State how many lines of the records below contain the word "deviceSources", giving the number and nothing else.

+-------+

package server

import (
	"slices"

	"github.com/labstack/echo/v4"

	"tripwell/forms"
	"tripwell/store"
)

// sourceMap reads the map a device's source is chosen on: that of its circuit, else what is around it.
func (s *Server) sourceMap(c echo.Context, d store.Device) (p *store.Protection, circuit string, err error) {
	circuit, _ = d.Fields["circuit"].(string)
	err = s.store.View(scope(c), func(v *store.View) (err error) {
		site, err := v.Site(d.Site)
		if err != nil {
			return err
		}
		if circuit != "" {
			if p, err = v.ProtectionOn(circuit, s.today(site)); err == nil {
				return nil
			}
		}
		p, err = v.ProtectionOf(d.ID, s.today(site))
		return err
	})
	return p, circuit, err
}

// deviceSources are the devices one may hang on by LOAD terminals; nothing to choose from where the map cannot be read.
func (s *Server) deviceSources(c echo.Context, d store.Device) []option {
	p, circuit, err := s.sourceMap(c, d)
	if err != nil {
		return nil
	}
	own, _ := p.Device(d.ID)
	own.ID, own.Source = d.ID, ""
	if named, _ := d.Fields["fed_by"].(string); named != "" {
		own.Source = named
	}
	return s.sourcesOffered(p, alongCircuit(p, circuit), own)
}

// sourceInput refuses a source that is not offered, and one that would close a loop.
func (s *Server) sourceInput(c echo.Context, d store.Device, f *typedForm) error {
	if !f.Has("fed_by") || !f.changed("fed_by") {
		return nil
	}
	source := f.Get("fed_by")
	p, _, err := s.sourceMap(c, d)
	if err != nil {
		return err
	}
	if !slices.ContainsFunc(s.deviceSources(c, d), func(o option) bool { return o.Value == source }) {
		f.refuse("fed_by", s.words.Say("office.form.choice"))
	}
	if len(p.With(map[string]string{d.ID: source})) > 0 {
		f.refuse("fed_by", s.words.Say("office.circuit.would_loop"))
	}
	return nil
}

// usualOptions are the kinds of place a place may be said to be.
func (s *Server) usualOptions(c echo.Context, site store.Site) []option {
	k := s.ink()
	out := optional(k.say("office.protection.by_names"), forms.NoUsualPlace, k.say("office.protection.none_of_them"))
	err := s.store.View(scope(c), func(v *store.View) error {
		list, _, err := v.UsualPlaces(site.ID, s.today(site))
		if err != nil || list == nil {
			return err
		}
		for _, p := range list.Places {
			out = append(out, option{Value: p.Place, Text: p.Name})
		}
		return nil
	})
	if err != nil {
		return out[:2]
	}
	return out
}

+-------+

• **WRITTEN SOLUTION**:
3